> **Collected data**

══════════════════════════════

"""Plain-text and reStructuredText reader, plus the text helpers the other line-based readers share.

Shared here: byte decoding with fallbacks, ``LineText`` (builds one block's text from source lines and marks
where each line starts) and the numbered-heading test.
"""

from __future__ import annotations

import codecs
import re
from dataclasses import dataclass
from pathlib import Path

from .document import Block, BlockKind, Location, Mark
from ..core.limits import Limits
from . import Parsed

FORMAT = "text"
SUFFIXES = (".txt", ".text", ".rst")

# --------------------------------------------------------------------------------------------------------------
# helpers shared with the other readers

_MAGIC: tuple[tuple[bytes, str], ...] = (
    (b"%PDF-", "a PDF"),
    (b"PK\x03\x04", "a zip archive (DOCX, ODT or similar)"),
    (b"\xd0\xcf\x11\xe0\xa1\xb1\x1a\xe1", "an old binary office file (.doc)"),
    (b"\x89PNG", "a PNG image"),
    (b"\xff\xd8\xff", "a JPEG image"),
    (b"GIF8", "a GIF image"),
    (b"\x1f\x8b", "a gzip archive"),
    (b"{\\rtf", "an RTF document"),
)


def binary_kind(head: bytes) -> str | None:
    """What a well-known binary file looks like ('a PDF'), or None when the bytes may be text."""
    for magic, kind in _MAGIC:
        if head.startswith(magic):
            return kind
    return None


def sniff_text_like(head: bytes, what: str) -> str | None:
    kind = binary_kind(head)
    if kind:
        return f"not {what} (it looks like {kind})"
    return None


_BOMS: tuple[tuple[bytes, str], ...] = (
    (codecs.BOM_UTF32_LE, "utf-32-le"),  # before UTF-16 LE: its BOM starts the same way
    (codecs.BOM_UTF32_BE, "utf-32-be"),
    (codecs.BOM_UTF8, "utf-8"),
    (codecs.BOM_UTF16_LE, "utf-16-le"),
    (codecs.BOM_UTF16_BE, "utf-16-be"),
)


def _utf16_without_bom(data: bytes) -> str | None:
    """'utf-16-le'/'utf-16-be' when every other byte of the start is NUL, as in UTF-16 text without a BOM."""
    sample = data[:4096]
    if len(sample) < 8 or len(sample) % 2:
        sample = sample[: len(sample) - len(sample) % 2]
    if len(sample) < 8:
        return None
    even, odd = sample[0::2], sample[1::2]
    if odd.count(0) > 0.9 * len(odd) and even.count(0) < 0.1 * len(even):
        return "utf-16-le"
    if even.count(0) > 0.9 * len(even) and odd.count(0) < 0.1 * len(odd):
        return "utf-16-be"
    return None


def decode_bytes(data: bytes, declared: str | None = None) -> tuple[str, list[str]]:
    """Text from bytes: a BOM first, then a declared encoding, then UTF-8, else Windows-1252/Latin-1.

    Returns the text and warnings a user should see (fallback encodings, removed NUL characters).
    """
    warnings: list[str] = []
    text: str | None = None
    for bom, encoding in _BOMS:
        if data.startswith(bom):
            try:
                text = data[len(bom):].decode(encoding)
            except UnicodeDecodeError:
                text = data[len(bom):].decode(encoding, errors="replace")
                warnings.append(f"starts with a {encoding.upper()} byte-order mark but is not valid "
                                f"{encoding.upper()}; unreadable characters were replaced")
            break
    if text is None and declared:
        try:
            text = data.decode(declared)
        except (UnicodeDecodeError, LookupError):
            warnings.append(f"declares the encoding {declared!r}, but the bytes do not fit it")
    if text is None:
        try:
            text = data.decode("utf-8")
        except UnicodeDecodeError:
            guess = _utf16_without_bom(data)
            if guess:
                text = data.decode(guess, errors="replace")
                warnings.append(f"has no byte-order mark but looks like {guess.upper()}; read as such")
            else:
                try:
                    text = data.decode("cp1252")
                except UnicodeDecodeError:
                    text = data.decode("latin-1")
                warnings.append("not UTF-8; read as Latin-1 (Windows-1252), so a few characters may be wrong")
    if "\x00" in text:
        n = text.count("\x00")
        text = text.replace("\x00", "")
        warnings.append(f"removed {n} NUL character{'s' if n != 1 else ''} (the file may be partly binary)")
    return text, warnings


_LINE_BREAK = re.compile(r"\r\n|\r|\n")


def split_lines(text: str) -> list[str]:
    """Lines as editors count them (LF, CRLF or CR), unlike str.splitlines, which also breaks at form feeds."""
    return _LINE_BREAK.split(text)


def normalize_newlines(text: str) -> str:
    return _LINE_BREAK.sub("\n", text)


#: characters with no visible width that would otherwise glue words or split them
_INVISIBLE = dict.fromkeys(map(ord, "\u00ad\u200b\u200c\u200d\u2060\ufeff"))
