def parse_number(text: str) -> int | float | None:
    """The number a string states, in digits or words ("three" -> 3, "1,000" -> 1000, "a single" -> 1,
    "n = 3" -> 3, "1.5" -> 1.5, "2.5k" -> 2500, "one hundred and twenty" -> 120); None when it is not one number."""
    t = _tidy(text).rstrip(".,;:")
    if not t:
        return None
    m = _SYMBOL_PREFIX.match(t)
    if m and m.end() < len(t) and _VALUE_START.match(t, m.end()) and not _WORDS_FULL.fullmatch(t):
        t = t[m.end():]
    v = _digits_value(t)
    if v is not None:
        return v
    m = _SCALED_FULL.fullmatch(t) if _readable_digits(t) else None
    if m:
        d = Decimal(_GROUPING.sub("", m.group(1))) * _SCALE[m.group(2).lower()]
        return _to_number(d, False)
    if _WORDS_FULL.fullmatch(t):
        return _words_value(t)
    return None


# ---------------------------------------------------------------------------------------------------------------
# Quantities

_UNIT_NAMES = [
    (r"mm|millimet(?:re|er)s?", "mm"), (r"cm|centimet(?:re|er)s?", "cm"), (r"dm", "dm"), (r"km", "km"),
    (r"nm|nanomet(?:re|er)s?", "nm"), (r"µm|μm|um|micromet(?:re|er)s?|microns?", "µm"), (r"m|met(?:re|er)s?", "m"),
    (r"px|pixels?", "px"), (r"voxels?", "voxel"), (r"°|deg|degrees?", "degree"),
    (r"ms|msec|milliseconds?", "ms"), (r"s|sec|seconds?", "s"), (r"%|percent|per ?cent|pct", "%"),
]
_UNIT_NAME_RE = [(regexcache.compile(rf"(?:{p})", regex.IGNORECASE), name) for p, name in _UNIT_NAMES]
_MM_PER = {"mm": 1.0, "cm": 10.0, "dm": 100.0, "m": 1000.0, "km": 1e6, "µm": 1e-3, "nm": 1e-6}
_POWER = {"2": "²", "3": "³", "²": "²", "³": "³"}


def _unit(raw: str) -> str:
    """The one spelling studygap uses for a unit: "millimetres" -> "mm", "pixels" -> "px", "um^3" -> "µm³"."""
    r = raw.strip()
    power = ""
    m = _POWER_END.search(r)
    if m and _LENGTH_POWER.match(r):
        power, r = _POWER[m.group(1)], r[: m.start()]
    for pattern, name in _UNIT_NAME_RE:
        if pattern.fullmatch(r):
            return name + power
    return r.lower() + power


@dataclass(frozen=True)
class Quantity:
    """A number with its unit in studygap's spelling ("mm", "µm", "px", "voxel", "degree", "s", "ms", "%")."""

    value: float | int
    unit: str | None

    def in_mm(self) -> float | None:
        """The value in millimetres for a length unit, else None (pixels and voxels have no fixed length)."""
        f = _MM_PER.get(self.unit or "")
        return None if f is None else self.value * f

    def to_dict(self) -> dict[str, Any]:
        return {"value": self.value, "unit": self.unit}
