def quick_load(
    scenario_path: str, vessel_path: str | None, settings, extra_vessel: tuple = ()
) -> LoadedScenario:
    """The variant as :func:`load_variant` gives it, for flying (no warnings, no file texts),
    reading no file once the first variant has been loaded; falls back to load_variant (and
    its errors) whenever it cannot give the same."""
    if _LEGACY_LOAD:
        return load_variant(scenario_path, vessel_path, settings, extra_vessel)
    try:
        vpath = vessel_path_of(scenario_path, vessel_path)
        vset, sset = split_settings(settings)
        parts = _parts_for(str(scenario_path), vpath, sset)
        if parts is not None:
            vdata = apply_settings(
                _vessel_data(vpath), (*vset, *extra_vessel), f"variant ({vpath})"
            )
            vfile = validate_vessel_data(vdata, str(Path(vpath)))
            problems = scenario_problems(parts.loaded.spec, vfile, parts.data, parts.file)
            if not any(p.severity == "error" for p in problems):
                vessel = LoadedVessel(Path(vpath), "", vfile, vessel_spec(vfile))
                return dataclasses.replace(parts.loaded, vessel=vessel, text="", warnings=[])
    except Exception:  # the full load below raises the error the row records
        pass
    return load_variant(scenario_path, vessel_path, settings, extra_vessel)


def _rho(scenario_path: str, vessel_path: str | None, settings, loaded) -> float:
    """Density of the variant's water [kg/m³] (worked out once per scenario settings)."""
    if not _LEGACY_LOAD:
        try:
            vpath = vessel_path_of(scenario_path, vessel_path)
            parts = _parts_for(str(scenario_path), vpath, split_settings(settings)[1])
            if parts is not None and parts.loaded.water == loaded.water:
                return parts.rho_kg_m3
        except Exception:  # worked out below
            pass
    return water_properties(loaded.water).rho_kg_m3


# ------------------------------------------------------------------ mass model


@dataclass(frozen=True)
class PartsMass:
    """Mass of the parts the mass model sizes.

    Attributes
    ----------
    magnets_kg : magnets with yokes (permanent) or cryostats (superconducting), all units [kg]
    ducts_kg : duct walls and electrodes, all units [kg]
    pack_kg : battery pack [kg]
    outboard_volume_m3 : solid volume of the thrusters (outside the pressure hull) [m³]
    cryocooler_w : electrical input of the cryocoolers of superconducting magnets [W]
    """

    magnets_kg: float
    ducts_kg: float
    pack_kg: float
    outboard_volume_m3: float
    cryocooler_w: float

    @property
    def total_kg(self) -> float:
        return self.magnets_kg + self.ducts_kg + self.pack_kg


def parts_mass(vessel: VesselSpec, mass: dict) -> PartsMass:
    """The parts' mass of a vessel (engine spec, SI) under the study's [mass] settings."""
    magnets = ducts = volume = cryo = 0.0
    for th in vessel.thrusters:
        n = th.units
        d = pm.duct_mass(
            th.gap_m,
            th.pole_height_m,
            th.active_length_m,
            th.channels,
            wall_thickness_m=mass["duct_wall"],
            electrode_thickness_m=mass["electrode_plate"],
        )
        ducts += n * d.mass_kg
        volume += n * d.volume_m3
        mb = th.magnet_blocks
        if th.magnet == "permanent" and mb is not None:
            v = 2.0 * th.channels * mb.width_m * mb.length_m * mb.thickness_m
            magnets += n * v * pm.NDFEB_DENSITY_KG_M3
            volume += n * v
        elif th.magnet == "permanent" and th.field_t:
            grade = NDFEB_GRADES[(th.magnet_grade or mass["grade"]).upper()]
            size = pm.yoke_magnet_mass if mass["magnets"] == "yoke" else pm.blocks_magnet_mass
            m = size(
                th.field_t,
                grade.br_tesla,
                th.gap_m,
                th.pole_height_m,
                th.active_length_m,
                th.channels,
            )
            magnets += n * m.mass_kg
            volume += n * m.volume_m3
        elif th.magnet == "superconducting" and th.field_t:
            m = pm.superconducting_magnet_mass(
                th.field_t, th.channels * th.gap_m, th.pole_height_m, th.active_length_m
            )
            magnets += n * m.mass_kg
            volume += n * m.volume_m3
            cryo += n * m.cryocooler_power_w
    b = vessel.battery
    pack = pm.pack_mass_kg(
        b.series, b.parallel, CELL_SETS[b.cell].mass_kg, mass["packaging_factor"]
    )
    return PartsMass(magnets, ducts, pack, volume, cryo)


@lru_cache(maxsize=8)
def _base_parts(
    scenario_path: str, vessel_path: str | None, mass_items: tuple, stamps: tuple = ()
) -> PartsMass:
    """Parts of the vessel file as written (the design whose mass the file gives); ``stamps``
    (of both files) only key the cache, so that an edited file is read again."""
    loaded = load_variant(scenario_path, vessel_path, ())
    return parts_mass(loaded.vessel.vessel_spec, dict(mass_items))


def apply_mass_model(job: Job, loaded: LoadedScenario) -> tuple[LoadedScenario, dict]:
    """Reload the variant with the mass the model gives it; returns it and the mass outputs."""
    mass = job.mass or {}
    vpath = vessel_path_of(job.scenario_path, job.vessel_path)
    stamps = (_stamp(str(job.scenario_path)), _stamp(vpath))
    base = _base_parts(job.scenario_path, job.vessel_path, tuple(sorted(mass.items())), stamps)
    spec = loaded.vessel.vessel_spec
    parts = parts_mass(spec, mass)
    delta = parts.total_kg - base.total_kg
    rho = _rho(job.scenario_path, job.vessel_path, job.settings, loaded)
    hull = spec.hull
    extra: tuple = ()
    # the vessel mass written in the variant's own file (a setting of vessel.mass wins)
    m0 = spec.mass_kg
    if isinstance(hull, SubmergedHullSpec):
        trim = pm.submerged_body_trim(
            m0,
            delta,
            parts.outboard_volume_m3 - base.outboard_volume_m3,
            mass["trim_ballast"],
            rho,
        )
    elif isinstance(hull, DisplacementHullSpec):
        limit = mass.get("max_draft_change")
        trim = pm.displacement_hull_trim(
            m0,
            delta,
            hull.draft_m,
            hull.displaced_volume_m3,
            rho,
            math.inf if limit is None else limit,
        )
        if trim.in_trim:
            extra = (
                ("hull.draft", f"{trim.draft_m:.10g} m"),
                ("hull.displaced_volume", f"{trim.displaced_volume_m3:.10g} m^3"),
            )
    else:  # a tabulated hull: resistance does not follow the mass
        trim = pm.Trim(m0 + delta, math.nan, math.nan, math.nan, True)
    extra = (("vessel.mass", f"{trim.mass_kg:.10g} kg"), *extra)
    out = {
        "parts_mass_kg": parts.total_kg,
        "delta_mass_kg": delta,
        "total_mass_kg": trim.mass_kg,
        "magnet_mass_kg": parts.magnets_kg,
        "pack_mass_kg": parts.pack_kg,
        "trim_margin_kg": trim.margin_kg,
        "in_trim": 1.0 if trim.in_trim else 0.0,
    }
    return quick_load(job.scenario_path, job.vessel_path, job.settings, extra), out


# ------------------------------------------------------------------ outputs


def derived_outputs(summary: dict, vessel: VesselSpec) -> dict:
    """Outputs worked out from a run summary (see :data:`sim.io.study_schema.DERIVED_OUTPUTS`)."""
    hours = summary.get("duration_s", math.nan) / 3600.0
    per_h = (lambda x: x / hours) if hours > 0 else (lambda x: math.nan)
    h2 = summary.get("h2_total_mol", math.nan)
    cl2 = summary.get("cl2_total_mol", math.nan)
    o2 = summary.get("o2_total_mol", math.nan)
    limits = []
    for th in vessel.thrusters:
        grade = th.magnet_grade or (th.magnet_blocks.grade if th.magnet_blocks else None)
        if th.magnet == "permanent" and grade:
            limits.append(NDFEB_GRADES[grade.upper()].max_working_temp_c)
    peak = summary.get("peak_magnet_temperature_c", math.nan)
    return {
        "range_m": summary.get("distance_m", math.nan),
        "endurance_s": summary.get("duration_s", math.nan),
        "h2_mol_per_h": per_h(h2),
        "cl2_mol_per_h": per_h(cl2),
        "gas_mol_per_h": per_h(h2 + cl2 + o2),
        "magnet_margin_k": (min(limits) - peak) if limits else math.nan,
    }


def evaluate(job: Job) -> dict:
    """Fly one variant and return its row: ``variant_id``, ``ok``, ``error``,
    ``ending_reason``, ``ending_kind``, ``wall_time_s`` and ``outputs`` (every summary figure
    and derived output, floats). A failure of any kind is caught and returned as a row with
    its error (never raised), so one bad variant cannot end a study."""
    t0 = time.perf_counter()
    t_load = t_fly = math.nan
    row = {
        "variant_id": job.variant_id,
        "ok": False,
        "error": "",
        "ending_reason": "",
        "ending_kind": "",
        "outputs": {},
    }
    try:
        loaded = quick_load(job.scenario_path, job.vessel_path, job.settings)
        mass_out: dict = {}
        if job.mass is not None:
            loaded, mass_out = apply_mass_model(job, loaded)
        t_load = time.perf_counter()
        result = fly(loaded, sample_s=job.sample_s).result
        t_fly = time.perf_counter()
        summary = {k: v for k, v in result.summary.items() if k != "ending_reason"}
        outputs = {k: float(v) for k, v in summary.items()}
        outputs.update(derived_outputs(summary, loaded.vessel.vessel_spec))
        outputs.update(mass_out)
        row.update(
            ok=True,
            ending_reason=str(result.ending_reason),
            ending_kind=str(result.ending_kind),
            outputs=outputs,
        )
    except KeyboardInterrupt:
        raise
    except Exception as exc:  # a failed variant is a row with its error
        text = str(exc)
        problems = getattr(exc, "problems", None)
        if problems:
            text = "; ".join(f"{p.key} = {p.value!r}: {p.message}" for p in problems)
        row["error"] = f"{type(exc).__name__}: {text}" or "".join(
            traceback.format_exception_only(exc)
        )
    t1 = time.perf_counter()
    row["wall_time_s"] = t1 - t0
    # where the time went (the runner takes it off the row: it is not part of the table)
    row[TIMING_KEY] = {
        "load_s": (t1 if math.isnan(t_load) else t_load) - t0,
        "fly_s": 0.0 if math.isnan(t_fly) else t_fly - t_load,
    }
    return row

══════════════════════════════

Above are the records; copy exactly the lines from the line with "magnets = ducts = volume = cryo = 0.0" through the line with "and mb is not", both included.

> **Exercise result**
    magnets = ducts = volume = cryo = 0.0
    for th in vessel.thrusters:
        n = th.units
        d = pm.duct_mass(
            th.gap_m,
            th.pole_height_m,
            th.active_length_m,
            th.channels,
            wall_thickness_m=mass["duct_wall"],
            electrode_thickness_m=mass["electrode_plate"],
        )
        ducts += n * d.mass_kg
        volume += n * d.volume_m3
        mb = th.magnet_blocks
        if th.magnet == "permanent" and mb is not None:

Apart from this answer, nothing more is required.